The body is but an instrument, his father had written, the words slashed across the page. The flesh of Jason Blackburn is a key, but the entity of the Creek is the hand that turns it. It will not wander. It is not a mindless ghoul. It is a hound, given the scent. It will hunt.
A cold sweat broke out on Trey’s brow. He thought of the morgue drawer, the lock broken from the inside. It hadn't been a theft. It had been an awakening. A release. His father’s corpse hadn’t been stolen; it had gotten up and walked away on a mission.
His gaze fell on another passage, one he had skimmed over before.
The old pacts demand a price. A life for a life, a son for a son. When the debt comes due, the entity will seek to reclaim its loan. It will come for the facsimile, the echo it placed in the cradle. It will come for the boy.
The words confirmed his worst fear. The reanimated corpse of his father wasn't just a terrifying anomaly; it was a supernatural debt collector. And its target, the asset it was coming to repossess, was Neil.
Trey’s mind raced. He had to call the sheriff, the police, someone. But what would he say? That a zombie was hunting his brother, who was actually a fairy creature from the woods? They would lock him in a padded room and leave Neil to his fate. He was utterly, completely alone in this.
His eyes fell on one last, horrifying entry. It was scribbled in the margin, almost an afterthought, but it made his blood turn to ice.
They know the hunt is coming. They seek to protect their own. The old families, the watchers, they will mark the true blood with tokens—hair, nail clippings, blood—to guide the hunter away from the flock and towards the shepherd. A sacrifice to appease it. A distraction.
A lock of hair.
The memory of Mr. Smith’s yellow-toothed smile and the cold snip of his scissors sent a wave of nausea through Trey. It wasn’t a bizarre keepsake. It wasn't a token for a collection. It was a marker. A scent for the hound. The old man hadn’t just been creepy; he had been an active participant, painting a target on Trey, perhaps to misdirect the hunter, or perhaps to offer it a more valuable prize: the true heir of the bloodline it had a pact with.
The humming. It hadn't been mindless. It had been an answer to a call. Neil hadn't wandered off. He had been summoned.

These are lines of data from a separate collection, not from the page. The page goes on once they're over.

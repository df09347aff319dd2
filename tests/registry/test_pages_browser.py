"""The register's pages in a real browser, on the demo campus, as each role uses them.

Debian's chromium through Playwright's Python API against pytest-django's live server (the
``browser`` fixture of tests/registry/conftest.py). Screenshots of the main pages go to test-artifacts/screenshots/ (gitignored;
BROWSER_ARTIFACTS names another folder) for a person to look at.
"""
from __future__ import annotations

import math
import os
import re
from collections.abc import Iterator
from pathlib import Path
from typing import Any
from urllib.parse import urlsplit

import pytest
from playwright.sync_api import Browser, Page, expect

from registry.models import Emission, HazardResult, Laser, LaserStatus, Location
from registry.services.campus import campus_load, campus_read
from tests.registry.browser_watch import watch

ARTIFACTS = Path(os.environ.get("BROWSER_ARTIFACTS", Path(__file__).resolve().parents[2] / "test-artifacts"))

pytestmark = [pytest.mark.browser, pytest.mark.django_db(transaction=True)]



@pytest.fixture
def campus(live_server: Any) -> str:
    campus_load(data=campus_read(), set_demo_passwords=True)
    return str(live_server.url)


@pytest.fixture
def complaints() -> list[str]:
    return []


@pytest.fixture
def open_page(browser: Browser, campus: str, complaints: list[str]) -> Iterator[Any]:
    """open_page(username) -> a signed-in page; every request leaving the test server is refused and recorded,
    and a Content-Security-Policy violation, script error or console error fails the test."""
    contexts = []
    outside: list[str] = []

    def sign_in(username: str) -> Page:
        context = browser.new_context(viewport={"width": 1280, "height": 900})
        contexts.append(context)
        page = context.new_page()
        watch(page, complaints)
        local = urlsplit(campus).netloc
        page.route("**/*", lambda route: route.continue_() if urlsplit(route.request.url).netloc == local
                   else (outside.append(route.request.url), route.abort()))
        page.goto(f"{campus}/lasers/")
        # Anonymous: sent to sign in, then back where they were going.
        expect(page).to_have_url(re.compile(r"/login/\?next=/lasers/"))
        page.get_by_label("Username").fill(username)
        page.get_by_label("Password").fill(f"{username}-demo")
        page.get_by_role("button", name="Sign in").click()
        expect(page).to_have_url(f"{campus}/lasers/")
        return page

    yield sign_in
    for context in contexts:
        context.close()
    assert outside == []
    assert complaints == []


def _shot(page: Page, name: str) -> None:
    folder = ARTIFACTS / "screenshots"
    folder.mkdir(parents=True, exist_ok=True)
    page.screenshot(path=str(folder / f"{name}.png"), full_page=True)


def _fill_emission(page: Page, **values: str) -> None:
    for label, value in values.items():
        page.get_by_label(re.compile(f"^{label}")).fill(value)


def test_a_researcher_registers_a_laser_with_units_sees_the_preview_and_the_lso_approves_it(
        open_page: Any, campus: str) -> None:
    researcher = open_page("researcher")
    researcher.goto(f"{campus}/lasers/new/")
    proposed = researcher.get_by_label("Asset tag").input_value()
    assert proposed == "FV-0030"
    expect(researcher.get_by_label("Asset tag")).to_be_disabled()
    researcher.get_by_label("Manufacturer").fill("Tarrow Diodes")
    researcher.get_by_label("Model").fill("TD-2000")
    researcher.get_by_label("Type").select_option("diode")
    researcher.get_by_label("Labelled class").select_option("4")
    researcher.get_by_label("Room").select_option(label="Kestrel Building 0.12 (Ultrafast laser laboratory)")
    _fill_emission(researcher, **{"Wavelength": "808 nm", "Average power": "2 W", "Beam diameter at the aperture": "3 mm",
                                  "Full-angle divergence": "1 mrad"})
    researcher.get_by_label("Temporal mode").select_option("cw")

    # A bad value: an inline error naming the field, nothing saved.
    researcher.get_by_label("Pulse duration").fill("35 parsecs")
    researcher.get_by_role("button", name="Preview").click()
    expect(researcher.locator(".errorlist")).to_contain_text("pulse duration")
    _shot(researcher, "register-a-laser-error")
    assert not Laser.objects.filter(asset_tag=proposed).exists()

    researcher.get_by_label("Pulse duration").fill("")
    researcher.get_by_role("button", name="Preview").click()
    preview = researcher.locator("#preview")
    expect(preview).to_contain_text("NOHD")
    expect(preview).to_contain_text("Door sign")
    expect(preview).to_contain_text("Caution")
    _shot(researcher, "register-a-laser-preview")
    assert not Laser.objects.filter(asset_tag=proposed).exists()

    researcher.get_by_role("button", name="Submit for review").click()
    expect(researcher.locator(".messages")).to_contain_text("review queue")
    laser = Laser.objects.get(asset_tag=proposed)
    assert laser.status == LaserStatus.PENDING_REVIEW
    assert Emission.objects.get(laser=laser).average_power_W == pytest.approx(2.0)

    lso = open_page("lso")
    lso.goto(f"{campus}/review/")
    expect(lso.get_by_role("heading", name=re.compile(proposed))).to_be_visible()
    _shot(lso, "review-queue")
    lso.get_by_role("button", name=f"Approve {proposed}").click()
    expect(lso.locator(".messages")).to_contain_text(f"{proposed} is approved")
    laser.refresh_from_db()
    assert laser.status == LaserStatus.ACTIVE

    lso.goto(f"{campus}/lasers/?ordering=-nohd&status=active")
    tags = lso.locator("tbody tr td:first-child a").all_inner_texts()
    # Longest NOHD first (an unbounded one before any distance), ties by asset tag, read from the stored results.
    longest: dict[str, float] = {}
    for result in HazardResult.objects.filter(limits="icnirp2013", emission__laser__status=LaserStatus.ACTIVE):
        tag = result.emission.laser.asset_tag
        nohd = math.inf if result.nohd_unbounded else (result.nohd_m or 0.0)
        longest[tag] = max(longest.get(tag, 0.0), nohd)
    assert tags == sorted(longest, key=lambda tag: (-longest[tag], tag))
    assert proposed in tags
    _shot(lso, "register-by-nohd")


def test_an_inspector_reads_a_laser_page_and_finds_no_edit_control(open_page: Any, campus: str) -> None:
    inspector = open_page("inspector")
    laser = Laser.objects.get(asset_tag="FV-0005")
    inspector.goto(f"{campus}/lasers/{laser.pk}/")
    expect(inspector.get_by_role("heading", name=re.compile("FV-0005"))).to_be_visible()
    expect(inspector.get_by_role("note", name="Caution")).to_be_visible()
    expect(inspector.locator("table.figures").first).to_contain_text("NOHD")
    inspector.locator("summary").first.click()
    expect(inspector.locator("ol.working").first).to_be_visible()
    assert "(row " not in inspector.locator("ol.working").first.inner_text()
    # The only form on the page is signing out; no link leads to an edit.
    assert inspector.locator("main form").count() == 0
    assert inspector.get_by_role("link", name=re.compile("edit|back office", re.IGNORECASE)).count() == 0
    assert inspector.get_by_role("button", name=re.compile("approve|return|resubmit|save", re.IGNORECASE)).count() == 0
    for image in inspector.locator("figure.chart img").all():
        assert image.evaluate("element => element.naturalWidth") > 0
    _shot(inspector, "laser-page-inspector")
    inspector.goto(f"{campus}/")
    _shot(inspector, "home-inspector")
    inspector.get_by_role("link", name="Every room, page by page").click()
    expect(inspector).to_have_url(f"{campus}/locations/")
    expect(inspector.get_by_role("navigation", name="Pages")).to_contain_text("Page 1 of 1")
    _shot(inspector, "rooms")


def test_a_laser_user_sees_the_figures_and_eyewear_for_the_laser_they_are_authorized_on(
        open_page: Any, campus: str, complaints: list[str]) -> None:
    user = open_page("user")
    tags = user.locator("tbody tr td:first-child a").all_inner_texts()
    assert tags == ["FV-0001", "FV-0002"]
    user.goto(f"{campus}/")
    lasers = user.get_by_role("region", name="The lasers I may use: figures and eyewear")
    expect(lasers).to_contain_text("FV-0001")
    expect(lasers).to_contain_text("NOHD")
    expect(lasers).to_contain_text("517 m")
    expect(user.get_by_role("note", name="Caution")).to_be_visible()
    _shot(user, "home-laser-user")
    other = Laser.objects.get(asset_tag="FV-0005")
    response = user.goto(f"{campus}/lasers/{other.pk}/")
    assert response is not None and response.status == 404
    # The browser logs the refusal, as it does any 404.
    assert complaints == ["console error: Failed to load resource: the server responded with a status of 404 (Not Found)"]
    complaints.clear()


def test_the_room_page_flags_the_room_whose_goggles_are_inadequate(open_page: Any, campus: str) -> None:
    lso = open_page("lso")
    lso.goto(f"{campus}/")
    eyewear = lso.get_by_role("region", name=re.compile("Rooms whose eyewear is inadequate"))
    expect(eyewear).to_contain_text("Kestrel Building 0.12")
    _shot(lso, "home-lso")
    eyewear.get_by_role("link", name=re.compile(r"^All \d+ rooms?$")).click()
    expect(lso).to_have_url(f"{campus}/locations/?needs=eyewear")
    expect(lso.get_by_role("heading", level=1)).to_have_text("Rooms whose eyewear is inadequate")
    expect(lso.locator("table")).to_contain_text("Kestrel Building 0.12")
    _shot(lso, "rooms-eyewear-inadequate")
    lso.go_back()
    room = Location.objects.get(code="kes-0-12")
    eyewear.get_by_role("link", name=re.compile("Kestrel Building 0.12")).click()
    expect(lso).to_have_url(f"{campus}/locations/{room.pk}/")
    expect(lso.get_by_role("alert")).to_contain_text("Eyewear inadequate")
    matrix = lso.locator("table.matrix")
    expect(matrix).to_contain_text("EW-001")
    expect(matrix.locator("td.verdict-inadequate").first).to_contain_text("inadequate:")
    _shot(lso, "room-kes-0-12")
    lso.goto(f"{campus}/people/")
    _shot(lso, "people")
    # Jonah's request on FV-0001 waits while his general training has expired.
    lso.get_by_role("link", name="Jonah Pereira").click()
    expect(lso.get_by_role("region", name="Decide: FV-0001")).to_contain_text("has no valid general laser safety training")
    _shot(lso, "person-with-a-pending-request")


def test_the_lso_uploads_a_sheet_sees_the_dry_run_with_its_bad_rows_then_confirms_the_corrected_one(
        open_page: Any, campus: str, tmp_path: Path, settings: Any) -> None:
    settings.IMPORT_UPLOAD_DIR = tmp_path / "imports"
    header = "asset tag,laser type,class,status,building,room,owner,emission,mode,wavelength,average power,beam diameter,divergence"
    rows = ["MV-0001,diode,3B,active,Kestrel Building,1.07,researcher,main,cw,1.064 um,50 mW,2 mm,1 mrad",
            "",
            "MV-0002 ,solid state,4,active,Kestrel Building,0.12 ,researcher,fundamental,cw,1064 nm,2 W,3 mm,0.8 mrad",
            "mv-0002,solid state,3B,active,Kestrel Building,0.12,researcher,harmonic,cw,532 nm,500,3 mm,0.8 mrad"]
    messy = tmp_path / "moving-in.csv"
    messy.write_text("\n".join([header, *rows]) + "\n", encoding="utf-8")
    lso = open_page("lso")
    lso.get_by_role("link", name="Import from a spreadsheet").click()
    expect(lso.get_by_role("heading", name="Import lasers from a spreadsheet")).to_be_visible()
    lso.get_by_label("Spreadsheet (.csv or .xlsx)").set_input_files(str(messy))
    lso.get_by_role("button", name="Upload and see the dry run").click()
    expect(lso.get_by_role("alert")).to_contain_text("2 problems on 1 line: nothing can be imported.")
    problems = lso.locator("table#problems tbody tr")
    expect(problems).to_have_count(2)
    assert [cells.split("\t")[:2] for cells in problems.all_inner_texts()] == [["5", "average power"], ["5", "class"]]
    expect(lso.get_by_role("button", name=re.compile("^Import "))).to_have_count(0)
    _shot(lso, "import-dry-run-problems")
    assert not Laser.objects.filter(asset_tag__istartswith="MV-").exists()

    rows[3] = "mv-0002,solid state,4,active,Kestrel Building,0.12,researcher,harmonic,cw,532 nm,500 mW,3 mm,0.8 mrad"
    fixed = tmp_path / "moving-in-fixed.csv"
    fixed.write_text("\n".join([header, *rows]) + "\n", encoding="utf-8")
    lso.get_by_label("Spreadsheet (.csv or .xlsx)").set_input_files(str(fixed))
    lso.get_by_role("button", name="Upload and see the dry run").click()
    expect(lso.locator("#dry-run-summary")).to_contain_text("2 to create, 0 to update, 0 unchanged")
    outcomes = lso.locator("table#outcomes tbody tr")
    assert [cells.split("\t")[:3] for cells in outcomes.all_inner_texts()] == [
        ["MV-0001", "2", "create"], ["MV-0002", "4, 5", "create"]]
    _shot(lso, "import-dry-run")
    assert not Laser.objects.filter(asset_tag__istartswith="MV-").exists()

    lso.get_by_role("button", name="Import moving-in-fixed.csv").click()
    expect(lso).to_have_url(f"{campus}/lasers/")
    expect(lso.locator(".messages")).to_contain_text("moving-in-fixed.csv imported: lasers created 2")
    _shot(lso, "import-confirmed")
    assert sorted(Laser.objects.filter(asset_tag__istartswith="MV-").values_list("asset_tag", "status")) == [
        ("MV-0001", "active"), ("MV-0002", "active")]
    assert Emission.objects.filter(laser__asset_tag="MV-0002").count() == 2


def test_the_admin_and_the_browsable_api_work_under_the_sites_policy(open_page: Any, campus: str) -> None:
    lso = open_page("lso")
    laser = Laser.objects.get(asset_tag="FV-0005")
    lso.goto(f"{campus}/admin/registry/laser/?labelled_class__exact=4")
    expect(lso.locator("#result_list")).to_contain_text("FV-0005")
    # The admin's own scripts run: the select-all box ticks every row.
    lso.locator("#action-toggle").check()
    expect(lso.locator(".action-counter")).to_contain_text("selected")
    lso.goto(f"{campus}/admin/registry/laser/{laser.pk}/change/")
    expect(lso.locator("#emissions-group")).to_be_visible()
    # The owner field's autocomplete widget is drawn by the admin's select2 script.
    lso.locator("#laser_form .select2-selection").first.click()
    expect(lso.locator(".select2-results")).to_be_visible()
    _shot(lso, "admin-laser")
    lso.goto(f"{campus}/api/v1/lasers/{laser.pk}/")
    expect(lso.locator(".response-info")).to_contain_text("FV-0005")
    _shot(lso, "browsable-api-laser")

Trey bolted for the back door, his heart a frantic drum against his ribs. He burst out onto the sinking porch, his eyes scanning the property. The sun was a bleeding wound on the horizon, plunging the world into shades of orange and deep purple. The shadows of the trees at the edge of the yard stretched long and black, like grasping fingers.
The woods.
He watches the woods behind the house, his father had written. He was talking to the creek last night.
Of course. Neil wouldn't run to the town, to safety. He would run to the source. He was going home.
A primal terror urged Trey to barricade himself inside the house, to nail the doors and windows shut and pray for dawn. But a deeper, fiercer instinct overrode it—the guilt-ridden, protective core he had tried to bury for a decade. He had abandoned his brother once before. He wouldn't do it again. Not now that he knew what was hunting him.
With the leather-bound journal clutched in one hand like a holy text and a heavy, rust-pocked flashlight from the kitchen drawer in the other, Trey Blackburn ran from the relative safety of the house. He plunged across the overgrown yard, his feet sinking into the damp soil, and crossed the threshold from the world of men into the deepening gloom of the woods.
The air grew instantly colder, heavy with the scent of pine and decay. The canopy of leaves overhead swallowed the last of the light, and the world became a maze of black trunks and impenetrable shadows. He was armed only with a dying flashlight and the ravings of a dead man, hunting for a brother who wasn't his brother, while being hunted himself by the corpse of his father. The scent of the hunt was in the air, and he was drenched in it.